In this picture we would write the area as \(\frac{1}{2}ah\). The height is found using the definition of the sine function and is \(a\sin 60^{\circ}=\frac{\sqrt{3}}{2}=\frac{h}{a}\).

Therefore the triangle area is \[Area = \frac{\sqrt{3}}{4}a^2\]

Let's calculate these quantities.

First, the number of triangles added at each iteration.

This is a geometric series with a common ratio of 4 and first term 3. It means the number of triangles added at the \(k\)th iteration is \(3\times 4^{k-1}\).

\[\frac{\sqrt{3}}{4}\left(\frac{a}{3^k}\right)^2\]

\[3\times 4^{k-1} \times \frac{\sqrt{3}}{4}\times \frac{a^2}{3^2}\]

We can simplify this using the rules for indices to get

\[\frac{\sqrt{3}}{4}a^2\frac{3}{4}\left( \frac{4}{9} \right)^k\]

The total area of the Snowflake is the area of the first triangle plus the sum of areas for each iteration \(k=1,2,3\ldots\)

\[\displaystyle \textrm{Snowflake area} = \frac{\sqrt{3}}{4}a^2 + \sum_{k=1}^{\infty} \frac{\sqrt{3}}{4}a^2 \frac{3}{4}\left( \frac{4}{9} \right)^k\] Take the constant terms outside the summation:

\[\displaystyle \textrm{Snowflake area} = \frac{\sqrt{3}}{4}a^2 +\frac{\sqrt{3}}{4}a^2 \frac{3}{4} \sum_{k=1}^{\infty} \left( \frac{4}{9} \right)^k\]
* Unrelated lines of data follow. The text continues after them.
/**
 * `kinhue restore <inputs...> --out <dir>`: the batch colourisation run over folders of scans.
 */
import type { ArgumentsCamelCase, Argv, CommandModule } from 'yargs';
import {
  FORMAT_CHOICES,
  MAX_PARTS,
  parsePart,
  partFromScheduler,
  partLabel,
  restore,
  RESTORE_DEFAULTS,
  SCHEDULERS,
  type Part,
  type RestoreEvent,
  type RestoreOptions,
  type Scheduler,
} from '../../batch/index.js';
import { UsageError } from '../../errors.js';
import { DECODINGS } from '../../model/index.js';
import { ExitCode } from '../exit-codes.js';
import { addOptions, checkOptions, checks, coreOptions, type CliArgs, type OptionTable } from '../option-table.js';
import { Progress } from '../progress.js';
import { onStopSignals } from '../stop-signals.js';
import { formatPlan, formatSummary, progressText, summaryToJson } from '../restore-report.js';

const EXAMPLE = 'kinhue restore demo-photos/scans --out demo-restored';

/** The core options the command line offers (the rest are for callers of restore()). */
type CoreFlags = Omit<RestoreOptions, 'inputs' | 'part' | 'maxPixels' | 'signal' | 'hardSignal'>;

/** Options of the command line only: output, and the part as written or as the scheduler gives it. */
interface CommandFlags {
  json: boolean;
  part?: string;
  partFrom?: Scheduler;
  partCount?: number;
}

/** The `restore` command line as yargs parses it. */
export type RestoreArgs = { inputs: string[]; verbose?: boolean } & CliArgs<CoreFlags & CommandFlags>;

const CORE_FLAGS: OptionTable<CoreFlags> = {
  out: {
    type: 'string',
    describe: 'folder for results, confidence maps, records and the run manifest',
    check: checks.folder('out', 'the folder to write results into'),
  },
  model: {
    type: 'string',
    describe: 'model folder (default: the shipped model, models/kinhue-base)',
    check: checks.folder('model', 'a model folder'),
  },
  jobs: {
    type: 'number',
    describe: 'files restored at once, each on its own core (default: the number of cores)',
    check: checks.wholeNumber('jobs', 1, 256),
  },
  workSize: {
    type: 'number',
    describe: 'long side in pixels at which the model runs (default 512)',
    check: checks.wholeNumber('work-size', 64, 4096),
  },
  temperature: {
    type: 'number',
    describe: 'annealed-mean temperature, above 0 to 1; lower is more vivid (given alone, selects --decoding annealed-mean)',
    check: (t) =>
      Number.isFinite(t) && t > 0 && t <= 1 ? undefined : `--temperature must be above 0 and at most 1 (lower is more vivid), got ${t}`,
  },
  vividness: {
    type: 'number',
    describe:
      "how much colour least-ciede2000 dares, 0 to 1: 0 is the most cautious (more left grey), 1 the boldest (more wrong colour) (default: the model's)",
    check: checks.share('vividness', '0 cautious, 1 bold'),
  },
  decoding: {
    type: 'string',
    choices: DECODINGS,
    check: checks.oneOf('decoding', DECODINGS),
    describe:
      "how colour is chosen from the model's prediction: least-ciede2000, the colour with the least expected error (muted where unsure), or annealed-mean, more vivid and more often wrong (default: the model's)",
  },
  quality: { type: 'number', describe: 'JPEG and WebP quality 1-100', check: checks.wholeNumber('quality', 1, 100) },
  format: {
    type: 'string',
    choices: FORMAT_CHOICES,
    default: RESTORE_DEFAULTS.format,
    check: checks.oneOf('format', FORMAT_CHOICES),
    describe: "output format; same keeps each scan's own",
  },
  confidence: {
    type: 'boolean',
    default: RESTORE_DEFAULTS.confidence,
    describe: 'write <name>.confidence.png (white = confident); --no-confidence to skip',
  },
  force: { type: 'boolean', default: RESTORE_DEFAULTS.force, describe: 'redo files an earlier run finished' },
  dryRun: { type: 'boolean', default: RESTORE_DEFAULTS.dryRun, describe: 'list what would run; write nothing' },
  hints: {
    type: 'string',
    describe:
      'folder of <name>.hints.json colour hints (they are also found beside each scan; --no-hints to use none); make one with kinhue hints <scan>',
    check: (v) => (v === false ? undefined : checks.folder('hints', 'the folder holding <name>.hints.json files')(v)),
  },
  reference: {
    type: 'string',
    describe: 'a colour photograph of the same scene or people (or a folder of them, for a series) to take colours from',
    check: checks.folder('reference', 'a colour photograph or a folder of them'),
  },
  memory: {
    type: 'string',
    describe:
      "a folder of the archive's own colour photographs (the same people and places): each scan's regions take the colours of the regions in them the model sees as most alike",
    check: checks.folder('memory', 'a folder of colour photographs'),
  },
  repair: {
    type: 'boolean',
    default: RESTORE_DEFAULTS.repair,
    describe: 'take out dust, hairs and scratches before colouring; writes <name>.repair.png, white where a pixel was replaced',
  },
  repairedScan: {
    type: 'boolean',
    default: RESTORE_DEFAULTS.repairedScan,
    describe: "also write the repaired scan without colour, <name>.repaired.<ext>, in the scan's own depth (implies --repair)",
  },
  skin: {
    type: 'boolean',
    default: RESTORE_DEFAULTS.skin,
    describe:
      "give the faces found a skin hue at the scan's own lightness (a guess: check it, correct it with hints); --no-skin to leave faces to the model",
  },
};

const COMMAND_FLAGS: OptionTable<CommandFlags> = {
  json: { type: 'boolean', default: false, describe: 'print a machine-readable summary on stdout' },
  part: {
    type: 'string',
    describe:
      'restore part K of N (K/N) of the scans, a share picked by a hash of each output name; the N parts, on as many machines, share one --out folder',
    check: (v) => (typeof v === 'string' ? undefined : '--part must be K/N, part K of N (e.g. 2/3)'),
  },
  partFrom: {
    type: 'string',
    choices: SCHEDULERS,
    check: checks.oneOf('part-from', SCHEDULERS),
    describe:
      "take the part from the scheduler: slurm (array task id K of the array's task count, the array numbered from 1) or kubernetes (Indexed Job completion index + 1, with --part-count)",
  },
  partCount: {
    type: 'number',
    check: checks.wholeNumber('part-count', 1, MAX_PARTS),
    describe:
      "the number of parts with --part-from: the Job's completions (kubernetes), or the array's size for a Slurm task resubmitted alone",
  },
};

/**
 * Checks a parsed `restore` command line. Pure: throws UsageError with an example.
 * @example
 *   check({ inputs: ['scans/'], out: 'restored/' }); // true
 */
export function check(argv: Partial<RestoreArgs>): true {
  const fail = (message: string): never => {
    throw new UsageError(`${message}\nExample usage: ${EXAMPLE}`);
  };
  const inputs = argv.inputs ?? [];
  if (inputs.length === 0 || inputs.some((p) => typeof p !== 'string' || p.trim() === ''))
    fail('name at least one scan, folder or glob pattern');
  if (argv.out === undefined) fail('--out needs the folder to write results into');
  checkOptions(argv, CORE_FLAGS, EXAMPLE);
  if (argv.decoding === 'least-ciede2000' && argv.temperature !== undefined) fail('--temperature applies to --decoding annealed-mean only');
  if (argv.vividness !== undefined && (argv.decoding === 'annealed-mean' || argv.temperature !== undefined))
    fail('--vividness applies to --decoding least-ciede2000 only (annealed mean takes --temperature)');
  checkOptions(argv, COMMAND_FLAGS, EXAMPLE);
  if (argv.part !== undefined) {
    if (argv['part-from'] !== undefined) fail('give --part or --part-from, not both');
    parsePart(argv.part);
  }
  if (argv['part-count'] !== undefined && argv['part-from'] === undefined)
    fail('--part-count goes with --part-from (with --part, write K/N)');
  return true;
}

/**
 * The part a `restore` command line asks for: --part K/N, or the scheduler's task with --part-from.
 * @example
 *   partOfCommand({ 'part-from': 'slurm' }, process.env); // { index: 2, count: 3 } in Slurm array task 2 of 3
 */
export function partOfCommand(argv: Partial<RestoreArgs>, env: NodeJS.ProcessEnv): Part | undefined {
  if (argv.part !== undefined) return parsePart(argv.part);
  if (argv['part-from'] !== undefined) return partFromScheduler(argv['part-from'], env, argv['part-count']);
  return undefined;
}

export const command: CommandModule<object, RestoreArgs> = {
  command: 'restore <inputs...>',
  describe: "colourise scans in batches: results keep each scan's lightness, size and bit depth",
  builder: (yargs: Argv) =>
    (
      addOptions(addOptions(yargs, CORE_FLAGS), COMMAND_FLAGS)
        .positional('inputs', { type: 'string', array: true, describe: 'scans: files, folders (searched recursively) and glob patterns' })
        .demandOption('out')
        .example(EXAMPLE, 'restore the demo album with the shipped model')
        .example(
          'kinhue restore "archive/**/*.tif" --out restored --format png --jobs 2',
          'TIFF scans found by a glob, written as PNG on two cores',
        )
        .example(
          'kinhue restore demo-photos/scans --out demo-restored --reference demo-photos/originals/wrenfold-05-billy-goat.jpg',
          'colours taken from a reference photograph',
        )
        .example(
          'kinhue restore /archive/scans --out /archive/restored --part-from slurm',
          'in a Slurm array job (sbatch --array=1-N): each task restores its part; see kinhue progress',
        )
        .epilog(
          'Run the same command again to finish an interrupted run: finished files are skipped, failed ones retried.\n' +
            'Exit codes: 0 all done, 1 some files failed (listed), 2 usage error, 3 internal error, 4 some hints not used (listed), ' +
            '130 stopped with Ctrl-C, SIGTERM or SIGHUP.',
        ) as unknown as Argv<RestoreArgs>
    ).check((argv) => check(argv as Partial<RestoreArgs>)),
  handler: async (argv: ArgumentsCamelCase<RestoreArgs>) => {
    const part = partOfCommand(argv, process.env);
    const progress = new Progress({ plainInterval: 0 });
    const soft = new AbortController();
    const hard = new AbortController();
    let interrupts = 0;
    const onStop = (): void => {
      interrupts++;
      if (interrupts === 1) {
        progress.log('stopping: no new file starts, files in progress finish (Ctrl-C again to stop at once)');
        soft.abort();
      } else hard.abort();
    };
    let runStart = 0;
    const onEvent = (event: RestoreEvent): void => {
      switch (event.type) {
        case 'plan':
          for (const note of event.notes) progress.log(`note: ${note}`);
          for (const f of event.failures)
            progress.log(`${f.code === 'KH_OUTPUT_CONFLICT' ? 'conflict' : 'failed'}: ${f.rel}: ${f.code} ${f.message}`);
          if (!argv['dry-run']) {
            const of = part ? `${partLabel(part)}: ` : '';
            progress.log(
              `${of}restoring ${event.toRun} of ${event.files.length} files into ${event.outDir}${event.skipped ? ` (${event.skipped} finished earlier)` : ''}`,
            );
          }
          runStart = performance.now();
          break;
        case 'backend':
          if (argv.verbose)
            progress.log(`backend: ${event.name} (${event.name === 'onnxruntime' ? 'ONNX Runtime runs the model' : 'TensorFlow.js'})`);
          if (event.warning) progress.log(`warning: ${event.warning}`);
          break;
        case 'done':
        case 'failed': {
          const text = progressText(event.done, event.failed, event.total, (performance.now() - runStart) / 1000);
          if (event.type === 'failed') progress.log(`failed: ${event.rel}: ${event.failure.code} ${event.failure.message}`);
          else if (!process.stderr.isTTY) progress.log(`done: ${event.rel} -> ${event.output} (${event.seconds.toFixed(1)} s)`);
          if (event.type === 'done') for (const w of event.warnings) progress.log(`  ${event.rel}: ${w}`);
          if (process.stderr.isTTY) progress.update((event.done + event.failed) / event.total, text, true);
          else progress.log(text);
          break;
        }
        case 'start':
        case 'stopping':
          break;
      }
    };
    const release = onStopSignals(onStop);
    let summary;
    try {
      summary = await restore(
        { ...coreOptions(argv, CORE_FLAGS), inputs: argv.inputs, out: argv.out, part, signal: soft.signal, hardSignal: hard.signal },
        onEvent,
      );
    } finally {
      release();
      progress.done();
    }
    if (argv.json) process.stdout.write(summaryToJson(summary));
    else {
      if (summary.dryRun) console.log(formatPlan(summary.files));
      console.log(formatSummary(summary));
    }
    process.exitCode = summary.interrupted
      ? ExitCode.INTERRUPTED
      : summary.failed.length
        ? ExitCode.SOME_FAILED
        : summary.hintsNotUsed.length
          ? ExitCode.HINTS_NOT_USED
          : ExitCode.OK;
  },
};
The summation term is a geometric series with common ratio \(\frac{4}{9}\) and first term \(\frac{4}{9}\) so we can use the "sum to infinity" formula to evaluate it.

\[\displaystyle \textrm{Snowflake area} = \frac{\sqrt{3}}{4}a^2 +\frac{\sqrt{3}}{4}a^2 \frac{3}{4} \left( \frac{\frac{4}{9}}{1-\frac{4}{9}} \right)\]

Which simplifies to

\[\displaystyle \textrm{Snowflake area} = \frac{\sqrt{3}}{4}a^2 +\frac{\sqrt{3}}{4}a^2 \frac{3}{4} \left( \frac{4}{5} \right)\]

Take a common factor:

\[\displaystyle \textrm{Snowflake area} = \frac{\sqrt{3}}{4}a^2 \left( 1+\frac{3}{4}\frac{4}{5} \right)\]

And simplify to

\[\displaystyle \textrm{Snowflake area} = \frac{\sqrt{3}}{4}a^2 \left( \frac{8}{5}\right)\]

The Snowflake area is finite and \(\frac{8}{5}\) times bigger than the first triangle.

## The infinite perimeter

Therefore the perimeter is simply the number of sides \(\times\) side-length.

We already have a formula for the number of sides - we can modify slightly to give \(3\times 4^k\) sides on the \(k\)th iteration. Check it! It gives 3,12,48,... starting with \(k=0,1,2,3...\)

The side length at the \(k\)th iteration is \(\frac{a}{3^k}\)

The perimeter after \(k\) iterations looks like this:

\[\textrm{Snowflake perimeter} = 3\times 4^k \times \left(\frac{a}{3^k}\right)\]

which can be rearranged to give

\[\textrm{Snowflake perimeter} = 3a \left(\frac{4}{3}\right)^k\]

As \(k\) tends towards larger and larger values then perimeter increases without limit.

If the initial triangle has sides 10cm long then after 5 iterations the perimeter has increased to 1.26m. It rapidly increases. After just 73 iterations the perimeter is longer than the mean Earth-Moon distance! As the iterations increase the perimeter just keeps getting ever longer.

The Koch Snowflake has an infinitely long perimeter enclosing a finite area.